At Da!Travel, I led the development of a meta-search engine for flights and hotels. That meant integrating with multiple GDS providers simultaneously and reconciling their different data formats into a coherent user experience.

The IATA/GDS Data Model

The GDS data model is built around IATA standards — the International Air Transport Association defines formats for flight schedules, pricing, booking records (PNRs), and more. Understanding IATA concepts is prerequisite to GDS integration:

PNR (Passenger Name Record): The booking record. Every flight booking has a PNR — a 6-character locator code like "ABCD12". The PNR contains passenger details, itinerary segments, ticketing information, and special service requests.

Fare classes: Airlines segment their seating into booking classes (Y, B, M, K, etc.) each with different pricing rules, restrictions, and availability. A "seat" on a flight isn't a physical seat — it's a combination of origin, destination, dates, and fare class.

Availability vs Pricing: These are separate queries in most GDS systems. First you check availability (are seats bookable on this flight/class?), then you price (what does this combination cost with this fare's rules?). Conflating them is a common beginner mistake.

Meta-Search Caching: The Core Engineering Challenge

A meta-search engine queries multiple GDS sources simultaneously and presents unified results. The fundamental challenge: GDS queries are slow and expensive. A single availability+pricing query to Amadeus might take 2-5 seconds. For a search page showing 50+ options, querying in real-time is impossible.

Our caching strategy:

Pre-computation for popular routes: High-volume routes (London-Dubai, London-New York, etc.) were queried on a schedule and results cached. Users on these routes got near-instant results.

Search result caching with TTL: When a user searches and we query GDS, we cache the results for 15 minutes. Subsequent searches for the same route/date within that window hit the cache. Critical: GDS prices change constantly, so the TTL must be short enough that displayed prices are still purchasable.

Availability vs Price caching separately: Availability (which flights exist) changes slowly. Prices change constantly.
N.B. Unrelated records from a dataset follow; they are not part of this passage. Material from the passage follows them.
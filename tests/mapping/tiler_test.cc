// The tiler: how trace ops are cut into tiles that fit the scratchpad
// (docs/engine.md, "Scratchpad use" and "Tiles and cycles"). Plain C++, no
// SystemC. Expected values are derived here from the documented policy and
// from arithmetic; base-3 packing holds 5 trits per byte (3^5 = 243 <= 256,
// docs/references.md), 2-bit packing 4 trits per byte.
#include "mapping/tiler.h"

#include <gtest/gtest.h>

#include <cstdint>
#include <functional>
#include <memory>
#include <string>
#include <vector>

#include "common/error.h"
#include "config/arch_config.h"
#include "mapping/trace_ops.h"
#include "run/vector_trace.h"

namespace tritsim {
namespace {

using testing::Attention;
using testing::DecodeStep;
using testing::Elementwise;
using testing::Gemm;

constexpr uint64_t kKib = 1024;
constexpr uint64_t kTritsPerBase3Byte = 5;  // 3^5 = 243 <= 256 (docs/references.md)
constexpr uint64_t kTritsPerTwoBitByte = 4;

class TilerTest : public ::testing::Test {
 protected:
  void UseSramKib(int64_t kib) { arch_.sram.capacity_kib = kib; }
  uint64_t SlotBytes() const { return uint64_t(arch_.sram.capacity_kib) * kKib / 4; }
  uint64_t HalfBytes() const { return uint64_t(arch_.sram.capacity_kib) * kKib / 2; }
  uint64_t Trees() const { return uint64_t(arch_.array.trees); }
  uint64_t FanIn() const { return uint64_t(arch_.array.fan_in); }

  Tiler& tiler() {
    if (!tiler_) tiler_ = std::make_unique<Tiler>(arch_, options_);
    return *tiler_;
  }
  // Plans `op` as the next op of the trace (the tiler keeps the spill state).
  std::vector<WorkItem> Plan(const TraceOp& op, const TraceStep& step = DecodeStep()) {
    return testing::PlanOp(tiler(), op, step, next_index_++);
  }

  ArchConfig arch_;
  SimOptions options_;

 private:
  std::unique_ptr<Tiler> tiler_;
  int64_t next_index_ = 0;
};

uint64_t Sum(const std::vector<WorkItem>& items,
             const std::function<uint64_t(const WorkItem&)>& f) {
  uint64_t total = 0;
  for (const WorkItem& item : items) total += f(item);
  return total;
}
uint64_t WeightBytes(const std::vector<WorkItem>& items) {
  return Sum(items, [](const WorkItem& i) {
    return i.load_kind == LoadKind::kWeights ? i.load_bytes : 0;
  });
}
uint64_t ActivationLoadBytes(const std::vector<WorkItem>& items) {
  return Sum(items, [](const WorkItem& i) {
    return i.load_kind == LoadKind::kActivations ? i.load_bytes : 0;
  });
}
uint64_t StoreBytes(const std::vector<WorkItem>& items) {
  return Sum(items, [](const WorkItem& i) { return i.store_bytes; });
}
uint64_t Count(const std::vector<WorkItem>& items, const std::function<bool(const WorkItem&)>& f) {
  return Sum(items, [&f](const WorkItem& i) { return f(i) ? uint64_t{1} : uint64_t{0}; });
}
uint64_t ComputeElements(const std::vector<WorkItem>& items) {
  return Sum(items, [](const WorkItem& i) { return i.work.elements; });
}

// ---- GEMM weight tiles ----

constexpr uint64_t kKTile = 1280;  // K rows per tile in a 16 KiB slot with T = 64 (see below)

TEST_F(TilerTest, Base3GemmWeightTilesAddUpToThePackedMatrix) {
  constexpr uint64_t K = 4096, N = 2000;
  const auto items = Plan(Gemm("ffn.up", 1, N, K));
  // Arithmetic: K x N trits at 5 per byte = 1 638 400 bytes.
  EXPECT_EQ(WeightBytes(items), K * N / kTritsPerBase3Byte);
  // Streamed tiles are capped at 64 KiB on this DDR4 design (the transfer
  // cost floor, docs/engine.md): 327 680 trits = 64 columns of K = 4096 (a
  // multiple of T = 64), so N = 2000 takes ceil(2000 / 64) = 32 tiles.
  EXPECT_EQ(items.size(), 32u);
}

TEST_F(TilerTest, TwoBitGemmWeightTilesAddUpToThePackedMatrix) {
  arch_.packing.format = TritPacking::kTwoBit;
  constexpr uint64_t K = 3072, N = 1000;
  EXPECT_EQ(WeightBytes(Plan(Gemm("attn.o", 1, N, K))), K * N / kTritsPerTwoBitByte);
}

TEST_F(TilerTest, MacArrayStoresTernaryWeightsAtItsNativeWidth) {
  arch_.array.kind = ArrayKind::kFp16Mac;
  constexpr uint64_t K = 1024, N = 300, kFp16Bytes = 2;
  EXPECT_EQ(WeightBytes(Plan(Gemm("attn.o", 1, N, K))), K * N * kFp16Bytes);
}

// With a 64 KiB scratchpad (16 KiB slots = 81 920 trits) a tile holds
// kKTile x 64 trits (81 920 / 64 = 1280, a multiple of F = 64), so
// K = 3000, N = 200 is cut into 3 K chunks x 4 N chunks; every tile holds a
// multiple of 5 trits here, so the tiles tile the packed tensor exactly.
TEST_F(TilerTest, GemmWeightTilesAreContiguousFromTheTensorBase) {
  UseSramKib(64);
  constexpr uint64_t K = 3000, N = 200;
  const auto items = Plan(Gemm("ffn.down", 1, N, K));
  ASSERT_EQ(items.size(), 12u);
  EXPECT_EQ(items.front().load_address, 0u) << "the first weight tensor starts at address 0";
  for (size_t i = 1; i < items.size(); ++i) {
    EXPECT_EQ(items[i].load_address, items[i - 1].load_address + items[i - 1].load_bytes)
        << "tile " << i << " must start where tile " << i - 1 << " ended";
  }
  EXPECT_EQ(WeightBytes(items), K * N / kTritsPerBase3Byte);
}

// When a tile boundary falls inside a base-3 byte, each tile rounds its own
// bytes up: the loads stay contiguous but may run past the packed tensor by
// at most one byte per tile (3001 x 203 trits: 121 841 bytes packed).
TEST_F(TilerTest, MisalignedBase3TilesOverfetchAtMostOneBytePerTile) {
  UseSramKib(64);
  constexpr uint64_t K = 3001, N = 203;
  const auto items = Plan(Gemm("ffn.down", 1, N, K));
  const uint64_t packed = (K * N + kTritsPerBase3Byte - 1) / kTritsPerBase3Byte;
  EXPECT_GE(WeightBytes(items), packed);
  EXPECT_LE(WeightBytes(items), packed + items.size());
  for (size_t i = 1; i < items.size(); ++i) {
    EXPECT_EQ(items[i].load_address, items[i - 1].load_address + items[i - 1].load_bytes);
  }
}

TEST_F(TilerTest, GemmTilesFitOneSlotAndHoldWholePasses) {
  UseSramKib(64);
  constexpr uint64_t K = 3000, N = 200;
  for (const WorkItem& item : Plan(Gemm("ffn.down", 7, N, K))) {
    EXPECT_LE(item.load_bytes, SlotBytes()) << "a slot is a quarter of the scratchpad";
    // docs/engine.md: k_tile a multiple of F, n_tile a multiple of T; only
    // the last chunk of K or N may be short.
    EXPECT_TRUE(item.work.k % FanIn() == 0 || item.work.k == K % kKTile) << item.work.k;
    EXPECT_TRUE(item.work.n % Trees() == 0 || item.work.n == N % Trees()) << item.work.n;
  }
}

TEST_F(TilerTest, OnlyTheLastTileOfAGemmDrains) {
  UseSramKib(64);
  const auto items = Plan(Gemm("ffn.down", 3, 200, 3000));
  ASSERT_GT(items.size(), 1u);
  EXPECT_EQ(Count(items, [](const WorkItem& i) { return i.work.drain; }), 1u);
  EXPECT_TRUE(items.back().work.drain);
  EXPECT_TRUE(items.front().first_of_op);
  EXPECT_TRUE(items.back().last_of_op);
  EXPECT_EQ(Count(items, [](const WorkItem& i) { return i.last_of_op; }), 1u);
}

TEST_F(TilerTest, ResidentWeightsGiveNoWeightLoads) {
  options_.weights_resident = true;
  UseSramKib(64);
  const auto items = Plan(Gemm("ffn.down", 3, 200, 3000));
  EXPECT_EQ(items.size(), 12u) << "the same tiles, only without their loads";
  EXPECT_EQ(Count(items, [](const WorkItem& i) { return i.load_kind != LoadKind::kNone; }), 0u);
  EXPECT_EQ(Sum(items, [](const WorkItem& i) { return i.load_bytes; }), 0u);
}

// ---- activations: on chip up to half the scratchpad, else spilled ----

// K = N = 2048 at 8 bits: 4096 bytes per row; the 1 MiB activation half of
// the default 2 MiB scratchpad holds exactly 256 rows.
constexpr int64_t kWide = 2048;
constexpr int64_t kRowsThatFit = 256;

TEST_F(TilerTest, ActivationsThatFillHalfTheScratchpadStayOnChip) {
  ASSERT_EQ(uint64_t(kRowsThatFit) * 2 * kWide, HalfBytes());
  const auto items = Plan(Gemm("attn.o", kRowsThatFit, kWide, kWide));
  EXPECT_EQ(StoreBytes(items), 0u);
  EXPECT_EQ(ActivationLoadBytes(items), 0u);
}

TEST_F(TilerTest, ActivationsOneRowOverHalfTheScratchpadSpillTheOutput) {
  constexpr int64_t M = kRowsThatFit + 1;
  const auto items = Plan(Gemm("attn.o", M, kWide, kWide));
  EXPECT_EQ(StoreBytes(items), uint64_t(M * kWide)) << "every output byte is stored once";
  EXPECT_EQ(ActivationLoadBytes(items), 0u) << "the input was produced on chip";
  for (const WorkItem& item : items) EXPECT_LE(item.work.rows, uint64_t(kRowsThatFit));
}

TEST_F(TilerTest, OpAfterASpillReloadsItsInputAfterTheStores) {
  constexpr int64_t M = kRowsThatFit + 1, kNarrow = 64;
  Plan(Gemm("attn.o", M, kWide, kWide));
  const auto next = Plan(Gemm("ffn.gate", M, kNarrow, kWide));
  ASSERT_FALSE(next.empty());
  EXPECT_EQ(next.front().load_kind, LoadKind::kActivations);
  EXPECT_TRUE(next.front().load_after_stores) << "it reads what the previous op stored";
  EXPECT_EQ(ActivationLoadBytes(next), uint64_t(M * kWide));
  EXPECT_EQ(Count(next, [](const WorkItem& i) { return i.load_after_stores; }), 1u);
  EXPECT_EQ(StoreBytes(next), 0u) << "M x (2048 + 64) bytes fit: the output stays on chip";
  const auto third = Plan(Elementwise(OpKind::kResidual, "ffn.residual", M, kNarrow));
  EXPECT_EQ(ActivationLoadBytes(third), 0u) << "the input of the third op never left the chip";
}

// ---- attention ----

// Causal prefill with 100 cached keys: rows = 3 see 100 + 1, 100 + 2 and
// 100 + 3 keys, 306 in all; 8 heads x 64 dims = 156 672 MACs over 206 key
// vectors (2 KV heads x 103 positions), 64 vectors per 4 KiB slot.
TEST_F(TilerTest, AttentionTilesSplitTheMacsExactly) {
  UseSramKib(16);
  constexpr uint64_t kRows = 3, kCached = 100;
  TraceOp op = Attention(OpKind::kAttnScores, "attn.scores", kRows, kCached + kRows, true);
  const auto items = Plan(op);
  constexpr uint64_t kKeys = kRows * kCached + kRows * (kRows + 1) / 2;
  constexpr uint64_t kMacs = 8 * 64 * kKeys;
  ASSERT_EQ(items.size(), 4u) << "206 vectors in tiles of 64";
  EXPECT_EQ(ComputeElements(items), kMacs);
  const double per_vector = double(kMacs) / double(2 * (kCached + kRows));
  for (const WorkItem& item : items) {
    const double vectors = double(item.load_bytes) / 64.0;
    EXPECT_NEAR(double(item.work.elements), per_vector * vectors, 1.0) << "proportional share";
  }
}

// The step's own keys and values are still on chip when attention starts,
// so streaming the cached context does not wait for their store.
TEST_F(TilerTest, AttentionStreamsTheWholeCacheWithoutWaitingForThisStepsAppend) {
  UseSramKib(16);
  constexpr uint64_t kContext = 1000, kKvHeads = 2, kVectorBytes = 64;
  const auto items = Plan(Attention(OpKind::kAttnValues, "attn.values", 1, kContext, false));
  EXPECT_EQ(Sum(items, [](const WorkItem& i) { return i.load_bytes; }),
            kKvHeads * kContext * kVectorBytes);
  EXPECT_EQ(Count(items, [](const WorkItem& i) { return i.load_after_stores; }), 0u);
  EXPECT_EQ(Count(items, [](const WorkItem& i) { return i.work.drain; }), 1u);
}

// Arithmetic: a causal prefill of r rows with no cache attends
// 1 + 2 + ... + r = r (r + 1) / 2 keys per head.
TEST_F(TilerTest, CausalPrefillAttendsTheTriangleOfKeys) {
  constexpr int64_t kRows = 16;
  constexpr uint64_t kTriangle = kRows * (kRows + 1) / 2;  // 136
  const TraceOp op = Attention(OpKind::kAttnScores, "attn.scores", kRows, kRows, true);
  EXPECT_EQ(Tiler::OpOps(op, DecodeStep()), 2u * 8 * 64 * kTriangle);
}

TEST_F(TilerTest, CausalPrefillAfterCachedKeysAddsTheCacheToEveryRow) {
  constexpr int64_t kRows = 16, kCached = 100;
  constexpr uint64_t kKeys = kRows * kCached + kRows * (kRows + 1) / 2;
  const TraceOp op = Attention(OpKind::kAttnScores, "attn.scores", kRows, kCached + kRows, true);
  EXPECT_EQ(Tiler::OpOps(op, DecodeStep()), 2u * 8 * 64 * kKeys);
}

TEST_F(TilerTest, CausalPrefillOfABatchCountsEachSequencesTriangle) {
  constexpr int64_t kBatch = 2, kRows = 16;
  constexpr uint64_t kTriangle = kRows * (kRows + 1) / 2;
  const TraceOp op = Attention(OpKind::kAttnScores, "attn.scores", kBatch * kRows, kRows, true);
  EXPECT_EQ(Tiler::OpOps(op, DecodeStep(kBatch)), 2u * 8 * 64 * kBatch * kTriangle);
}

TEST_F(TilerTest, SoftmaxWorksOncePerScore) {
  constexpr int64_t kRows = 16;
  const TraceOp op = Attention(OpKind::kSoftmax, "attn.softmax", kRows, kRows, true);
  const auto items = Plan(op);
  EXPECT_EQ(ComputeElements(items), 8u * kRows * (kRows + 1) / 2);
}

// ---- which unit runs a GEMM ----

TraceOp Int8Gemm() {
  TraceOp op = Gemm("head", 1, 512, 256);
  op.weights = WeightFormat::kInt8;
  return op;
}

TEST_F(TilerTest, TernaryArrayRunsTernaryGemmsItself) {
  EXPECT_EQ(tiler().UnitFor(Gemm("ffn.up", 1, 64, 64)), Unit::kTreeArray);
}

TEST_F(TilerTest, TernaryArrayHandsInt8GemmsToTheVectorUnit) {
  EXPECT_EQ(tiler().UnitFor(Int8Gemm()), Unit::kVectorUnit);
  for (const WorkItem& item : Plan(Int8Gemm())) EXPECT_EQ(item.unit, Unit::kVectorUnit);
}

TEST_F(TilerTest, MacArrayRunsInt8GemmsItself) {
  arch_.array.kind = ArrayKind::kInt8Mac;
  EXPECT_EQ(tiler().UnitFor(Int8Gemm()), Unit::kTreeArray);
  EXPECT_EQ(tiler().UnitFor(Gemm("ffn.up", 1, 64, 64)), Unit::kTreeArray);
}

TEST_F(TilerTest, ElementwiseOpsRunOnTheVectorUnit) {
  EXPECT_EQ(tiler().UnitFor(Elementwise(OpKind::kNorm, "attn.norm", 1, 64)), Unit::kVectorUnit);
}

// ---- tiles that cannot fit ----

std::string PlanMessage(const std::function<void()>& plan) {
  try {
    plan();
  } catch (const Error& e) {
    EXPECT_EQ(e.code(), ExitCode::kSimFailed) << "docs/engine.md: the run fails with exit 4";
    return e.what();
  }
  ADD_FAILURE() << "planning did not throw";
  return "";
}

// A 16 KiB scratchpad has 4 KiB slots; one pass of a 256 x 128 array holds
// 32 768 trits = 6554 bytes base-3 (6.4 KiB).
TEST_F(TilerTest, WeightPassLargerThanASlotNamesTheOpAndTheSizes) {
  UseSramKib(16);
  arch_.array.trees = 256;
  arch_.array.fan_in = 128;
  TraceOp op = Gemm("ffn.up", 1, 512, 512);
  op.layer = 3;
  const std::string message = PlanMessage([&] { Plan(op); });
  EXPECT_NE(message.find("layer 3 (ffn.up)"), std::string::npos) << message;
  EXPECT_NE(message.find("6.4 KiB"), std::string::npos) << message;
  EXPECT_NE(message.find("holds 4 KiB"), std::string::npos) << message;
  EXPECT_NE(message.find("sram.capacity_kib = 16"), std::string::npos) << message;
}

// One key vector of head_dim 8192 at 8 bits is 8 KiB, over a 4 KiB slot.
TEST_F(TilerTest, KeyVectorLargerThanASlotNamesTheOpAndTheSizes) {
  UseSramKib(16);
  TraceOp op = Attention(OpKind::kAttnScores, "attn.scores", 1, 4, false);
  op.head_dim = 8192;
  const std::string message = PlanMessage([&] { Plan(op); });
  EXPECT_NE(message.find("op attn.scores"), std::string::npos) << message;
  EXPECT_NE(message.find("KV-cache"), std::string::npos) << message;
  EXPECT_NE(message.find("8 KiB"), std::string::npos) << message;
}

}  // namespace
}  // namespace tritsim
We cached them with different TTLs — 4 hours for availability, 10 minutes for prices.

Session state for booking: When a user selects a flight and proceeds to booking, we hold their selected fare in a session. GDS systems have a "fare hold" mechanism for exactly this purpose — but it has an expiry, typically 30 minutes.

The Integration Lessons

Amadeus and Sabre have different APIs, different semantics, and different error handling. Abstracting across them required a well-designed adapter layer — each GDS adapter translated the GDS-specific response into our internal model, shielding the rest of the application from provider details.

Error handling in GDS integrations is particularly important. GDS systems return a taxonomy of error codes — some meaning "try again", some meaning "this fare is no longer available", some meaning "your authentication has expired". A naive integration that treats all errors the same will produce confused users and poor conversion rates.

The travel industry is a masterclass in the complexity of distributed data systems at global scale. I learned more about eventual consistency, caching, and API design in 18 months of travel tech than in the preceding 5 years.